RECORDS FOR THIS TASK
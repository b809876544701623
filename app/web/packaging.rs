//! Gathers what a package is made from: the one place where the store's chains and photos meet the handover crate.

use commissioning::DriveId;
use commissioning::journal::Chain;
use commissioning::record::canonical::RecordFile;
use handover::material::{Material, Photograph};
use std::collections::BTreeSet;
use store::{ReadFault, Store};

/// The hash of every picture that a record names, each once.
#[must_use]
pub fn hashes(file: &RecordFile) -> BTreeSet<String> {
    file.record.iter().flat_map(|r| r.photos()).map(|(_, _, photo)| photo.hash.clone()).collect()
}

/// The material for a drive's package; `None` when there is no such drive. Without a record, assembling refuses.
///
/// # Errors
/// When the store cannot be read.
pub async fn material(store: &Store, drive: DriveId) -> Result<Option<Material>, ReadFault> {
    let Some(view) = store.drive_view_by_id(drive).await? else { return Ok(None) };
    let record = RecordFile::shown(&view.view());
    let mut photos = Vec::new();
    for hash in hashes(&record) {
        // A photo that is named but gone is told by assembling, with its hash.
        if let Some((bytes, media)) = store.photo(&hash).await? {
            photos.push(Photograph { hash, media, bytes });
        }
    }
    Ok(Some(Material {
        firm: view.installation.firm.clone(),
        record,
        chain: store.chain(Chain::Drive(drive)).await?,
        site_chain: store.chain(Chain::Site(view.site.id)).await?,
        photos,
    }))
}
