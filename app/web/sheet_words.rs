//! A sheet as words, for those who may not change it: what stands, by whom and when; what was not stated in one line.

use crate::components::{FieldInput, field};
use crate::sheet_form::{Values, groups};
use commissioning::plant::{Field, Place, Sheet, fields};
use maud::{Markup, html};

/// Every group of a sheet.
#[must_use]
pub fn all(sheet: Sheet, columns: u8, values: &Values) -> Markup {
    html! {
        div.as-words {
            @for (name, own) in groups(fields::in_columns(sheet)) {
                @for column in 0..columns { (group(&heading(name, columns, column), &own, |f| Place::in_column(sheet, column, f.key), values)) }
            }
            @for (name, own) in groups(fields::of(sheet)) { (group(name, &own, |f| Place::new(sheet, f.key), values)) }
        }
    }
}

fn heading(name: &str, columns: u8, column: u8) -> String {
    if columns > 1 { format!("{name} {}", column + 1) } else { name.to_owned() }
}

fn group(name: &str, own: &[&'static Field], place: impl Fn(&Field) -> Place, values: &Values) -> Markup {
    let stands = |f: &Field| values.get(&place(f)).is_some_and(|s| s.standing().iter().any(|r| r.value.is_some()));
    let (filled, empty): (Vec<&Field>, Vec<&Field>) = own.iter().copied().partition(|f| stands(f));
    html! {
        section.group {
            @if !name.is_empty() { h2 { (name) } }
            div.fields {
                @for f in &filled { @let place = place(f); (field(&FieldInput::of(f, place.to_string()).standing(values.get(&place)).fixed())) }
            }
            @if !empty.is_empty() { p.quiet { "Not stated: " (empty.iter().map(|f| f.label).collect::<Vec<_>>().join(", ")) "." } }
        }
    }
}
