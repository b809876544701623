//! Steps that wait for an answer: whether they apply hangs on a fitted option that nobody has stated yet.

use crate::extract::DriveAt;
use crate::links;
use commissioning::judge::View;
use commissioning::plant::{Field, FieldKind, Place, Sheet, fields};
use commissioning::procedure::{Step, applies};
use maud::{Markup, html};
use std::collections::BTreeSet;

/// How many steps wait, and for which fields of which sheets.
#[derive(Clone, Debug, Default, PartialEq, Eq)]
pub struct Unanswered {
    /// Steps.
    pub steps: usize,
    /// The questions, sheet by sheet.
    pub questions: Vec<(Sheet, Vec<&'static str>)>,
}

/// What waits at a drive.
#[must_use]
pub fn of(view: &View<'_>) -> Unanswered {
    let flags = view.flags();
    let mut found = Unanswered::default();
    for (_, step) in view.procedure.steps().filter(|(_, s)| !applies(&s.when, &flags)) {
        let Some(asked) = open_questions(view, step, &flags) else { continue };
        found.steps += 1;
        for (sheet, field) in asked {
            let labels = match found.questions.iter().position(|(s, _)| *s == sheet) {
                Some(n) => found.questions.get_mut(n).map(|(_, labels)| labels),
                None => {
                    found.questions.push((sheet, Vec::new()));
                    found.questions.last_mut().map(|(_, labels)| labels)
                }
            };
            if let Some(labels) = labels.filter(|labels| !labels.contains(&field.label)) {
                labels.push(field.label);
            }
        }
    }
    found
}

/// The questions a step waits for; `None` where an answer given already says that it does not apply.
fn open_questions(view: &View<'_>, step: &Step, flags: &BTreeSet<String>) -> Option<Vec<(Sheet, &'static Field)>> {
    let mut open = Vec::new();
    for asked in &step.when {
        if let Some(not) = asked.strip_prefix('!') {
            if flags.contains(not) {
                return None;
            }
        } else if !flags.contains(asked) {
            let (sheet, field) = question(asked)?;
            if is_stated(view, &Place::new(sheet, field.key)) {
                return None;
            }
            open.push((sheet, field));
        }
    }
    Some(open).filter(|open| !open.is_empty())
}

/// The field whose answer sets an option.
fn question(option: &str) -> Option<(Sheet, &'static Field)> {
    if option.starts_with("load:") {
        return Some((Sheet::Load, fields::find(Sheet::Load, "kind")?));
    }
    Sheet::ALL.into_iter().filter(|sheet| *sheet != Sheet::Site).find_map(|sheet| {
        let field = fields::find(sheet, option)?;
        matches!(field.kind, FieldKind::Flag | FieldKind::Choice(_)).then_some((sheet, field))
    })
}

fn is_stated(view: &View<'_>, place: &Place) -> bool {
    let of_site = || {
        place.sheet == Sheet::Supply
            && view.site.fields.get(place).and_then(|s| s.current()).is_some_and(|r| r.value.is_some())
    };
    view.drive.field(place).is_some() || of_site()
}

/// The sentence with the way to each sheet; nothing where every option was stated.
#[must_use]
pub fn notice(at: &DriveAt) -> Markup {
    let waiting = of(&at.view());
    html! {
        @if waiting.steps > 0 {
            div.notice.unanswered {
                p { b { (waiting.steps) @if waiting.steps == 1 { " step waits" } @else { " steps wait" } " for an answer: which options are fitted?" } }
                ul { @for (sheet, labels) in &waiting.questions { li { a href=(links::sheet(&at.site.tag, &at.drive.tag, *sheet)) { (sheet.words()) } ": " (labels.join(", ")) } } }
            }
        }
    }
}
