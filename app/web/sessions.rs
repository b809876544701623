//! From a session's token to the person, and the addresses that sign-in counts its failures by.

use crate::{App, PageError};
use axum::extract::FromRequestParts;
use axum::extract::connect_info::ConnectInfo;
use axum::http::request::Parts;
use commissioning::people::Person;
use std::convert::Infallible;
use std::net::SocketAddr;
use std::sync::Arc;

/// The person behind a token, while the session is open and the account works.
///
/// # Errors
/// When the store cannot be read.
pub async fn person(app: &App, token: &str) -> Result<Option<Arc<Person>>, PageError> {
    let session = app.store.session(token, app.now()).await?;
    Ok(session.map(|s| Arc::new(s.person)))
}

/// Where a request came from, without the port; `""` where the connection is not known (tests through the router).
#[derive(Clone, Debug)]
pub struct Address(pub String);

impl<S: Send + Sync> FromRequestParts<S> for Address {
    type Rejection = Infallible;

    async fn from_request_parts(parts: &mut Parts, _: &S) -> Result<Self, Self::Rejection> {
        let peer = parts.extensions.get::<ConnectInfo<SocketAddr>>();
        Ok(Self(peer.map(|p| p.0.ip().to_string()).unwrap_or_default()))
    }
}

/// The session's token as the browser sent it.
#[derive(Clone, Debug)]
pub struct SessionToken(pub Option<String>);

impl<S: Send + Sync> FromRequestParts<S> for SessionToken {
    type Rejection = Infallible;

    async fn from_request_parts(parts: &mut Parts, _: &S) -> Result<Self, Self::Rejection> {
        Ok(Self(crate::cookies::read(&parts.headers).session))
    }
}
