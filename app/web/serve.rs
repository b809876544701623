//! The accept loop: header and idle time limits, a bound on connections, a graceful stop.

use crate::App;
use crate::routes::router;
use axum::extract::connect_info::ConnectInfo;
use hyper::server::conn::http1;
use hyper_util::rt::{TokioIo, TokioTimer};
use hyper_util::server::graceful::GracefulShutdown;
use hyper_util::service::TowerToHyperService;
use std::future::Future;
use std::io;
use std::sync::Arc;
use std::time::Duration;
use tokio::net::TcpListener;
use tokio::sync::Semaphore;

/// A request whose head is not complete by then is closed; so is a connection that stays silent.
pub const HEAD_WITHIN: Duration = Duration::from_secs(15);
/// A body of which nothing arrives for so long is given up.
pub const BODY_STALLED_AFTER: Duration = Duration::from_secs(45);
/// How long a stop waits for answers under way.
const STOP_WITHIN: Duration = Duration::from_secs(10);
/// Connections held at once; further ones wait to be accepted.
const CONNECTIONS: usize = 1024;

/// Serves pages until `shutdown` is ready, then finishes the answers under way.
///
/// # Errors
/// When the listener cannot accept any more.
pub async fn serve(listener: TcpListener, app: App, shutdown: impl Future<Output = ()> + Send) -> io::Result<()> {
    let pages = router(app);
    let places = Arc::new(Semaphore::new(CONNECTIONS));
    let graceful = GracefulShutdown::new();
    let mut shutdown = std::pin::pin!(shutdown);
    loop {
        let Ok(place) = Arc::clone(&places).acquire_owned().await else { break };
        let (stream, peer) = tokio::select! {
            accepted = listener.accept() => match accepted {
                Ok(accepted) => accepted,
                Err(fault) => {
                    // Out of file descriptors and the like pass; hammering on accept would make it worse.
                    tracing::warn!(%fault, "a connection could not be accepted");
                    tokio::time::sleep(Duration::from_millis(200)).await;
                    continue;
                }
            },
            () = &mut shutdown => break,
        };
        let service = pages.clone().layer(axum::Extension(ConnectInfo(peer)));
        let connection = http1::Builder::new()
            .timer(TokioTimer::new())
            .header_read_timeout(HEAD_WITHIN)
            .max_buf_size(64 * 1024)
            .serve_connection(TokioIo::new(stream), TowerToHyperService::new(service));
        let connection = graceful.watch(connection);
        tokio::spawn(async move {
            if let Err(fault) = connection.await {
                tracing::debug!(%fault, "a connection ended early");
            }
            drop(place);
        });
    }
    drop(listener);
    let _ = tokio::time::timeout(STOP_WITHIN, graceful.shutdown()).await;
    Ok(())
}
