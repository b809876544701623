//! Extractors that load what an address speaks of and answer "not here" in one place.

use crate::components::Plate;
use crate::{App, PageError, links};
use axum::extract::{FromRequestParts, RawPathParams};
use axum::http::request::Parts;
use commissioning::judge::View;
use commissioning::people::Installation;
use commissioning::plant::{Sheet, Site};
use commissioning::procedure::Procedure;
use commissioning::record::Drive;
use std::sync::Arc;

/// The site whose tag stands in the address.
#[derive(Clone, Debug)]
pub struct SiteAt(pub Arc<Site>);

/// The drive whose tags stand in the address, with everything a check looks at.
#[derive(Clone, Debug)]
pub struct DriveAt {
    /// The drive.
    pub drive: Arc<Drive>,
    /// Its site.
    pub site: Arc<Site>,
    /// Procedure of its record, or the newest.
    pub procedure: Arc<Procedure>,
    /// People and instruments.
    pub installation: Arc<Installation>,
}

/// The sheet named in the address as `{sheet}`.
#[derive(Clone, Copy, Debug)]
pub struct SheetAt(pub Sheet);

impl DriveAt {
    /// What the checks look at.
    #[must_use]
    pub fn view(&self) -> View<'_> {
        View { drive: &self.drive, site: &self.site, procedure: &self.procedure }
    }

    /// Its label for the header of the page.
    #[must_use]
    pub fn plate(&self) -> Plate {
        let state = self.drive.record.as_ref().map_or("record not begun", |r| r.status.words());
        Plate {
            tag: self.drive.tag.clone(),
            address: links::drive(&self.site.tag, &self.drive.tag),
            name: self.drive.name.clone(),
            site: Some((self.site.name.clone(), links::site(&self.site.tag))),
            state: state.to_owned(),
        }
    }
}

/// A segment of the address by the name it has in `routes.rs`.
pub(crate) async fn segment(parts: &mut Parts, name: &str) -> Result<String, PageError> {
    let params = RawPathParams::from_request_parts(parts, &()).await.map_err(|_| PageError::not_found("This page"))?;
    let found = params.iter().find(|(n, _)| *n == name).map(|(_, v)| v.to_owned());
    found.ok_or_else(|| PageError::broken(format!("the route has no segment {name}")))
}

impl FromRequestParts<App> for SiteAt {
    type Rejection = PageError;

    async fn from_request_parts(parts: &mut Parts, app: &App) -> Result<Self, Self::Rejection> {
        let tag = segment(parts, "site").await?;
        let site = app.store.site_by_tag(&tag).await?;
        site.map(Self).ok_or_else(|| {
            PageError::not_found(format!("A site with the tag “{}”", commissioning::typed::shorten(&tag)))
        })
    }
}

impl FromRequestParts<App> for DriveAt {
    type Rejection = PageError;

    async fn from_request_parts(parts: &mut Parts, app: &App) -> Result<Self, Self::Rejection> {
        let site = segment(parts, "site").await?;
        let drive = segment(parts, "drive").await?;
        let found = app.store.drive_view(&site, &drive).await?.ok_or_else(|| {
            let (site, drive) = (commissioning::typed::shorten(&site), commissioning::typed::shorten(&drive));
            PageError::not_found(format!("A drive with the tag “{drive}” at the site “{site}”"))
        })?;
        Ok(Self { drive: found.drive, site: found.site, procedure: found.procedure, installation: found.installation })
    }
}

impl<S: Send + Sync> FromRequestParts<S> for SheetAt {
    type Rejection = PageError;

    async fn from_request_parts(parts: &mut Parts, _: &S) -> Result<Self, Self::Rejection> {
        let key = segment(parts, "sheet").await?;
        Sheet::from_key(&key).map(Self).ok_or_else(|| PageError::not_found("This page"))
    }
}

TASK PROMPT
Find the line with "impl FromRequestParts<App> for SiteAt". Transcribe it and every line after it exactly, through the end of the records above, and nothing else.

RESPONSE FOR THIS EXERCISE
impl FromRequestParts<App> for SiteAt {
    type Rejection = PageError;

    async fn from_request_parts(parts: &mut Parts, app: &App) -> Result<Self, Self::Rejection> {
        let tag = segment(parts, "site").await?;
        let site = app.store.site_by_tag(&tag).await?;
        site.map(Self).ok_or_else(|| {
            PageError::not_found(format!("A site with the tag “{}”", commissioning::typed::shorten(&tag)))
        })
    }
}

impl FromRequestParts<App> for DriveAt {
    type Rejection = PageError;

    async fn from_request_parts(parts: &mut Parts, app: &App) -> Result<Self, Self::Rejection> {
        let site = segment(parts, "site").await?;
        let drive = segment(parts, "drive").await?;
        let found = app.store.drive_view(&site, &drive).await?.ok_or_else(|| {
            let (site, drive) = (commissioning::typed::shorten(&site), commissioning::typed::shorten(&drive));
            PageError::not_found(format!("A drive with the tag “{drive}” at the site “{site}”"))
        })?;
        Ok(Self { drive: found.drive, site: found.site, procedure: found.procedure, installation: found.installation })
    }
}

impl<S: Send + Sync> FromRequestParts<S> for SheetAt {
    type Rejection = PageError;

    async fn from_request_parts(parts: &mut Parts, _: &S) -> Result<Self, Self::Rejection> {
        let key = segment(parts, "sheet").await?;
        Sheet::from_key(&key).map(Self).ok_or_else(|| PageError::not_found("This page"))
    }
}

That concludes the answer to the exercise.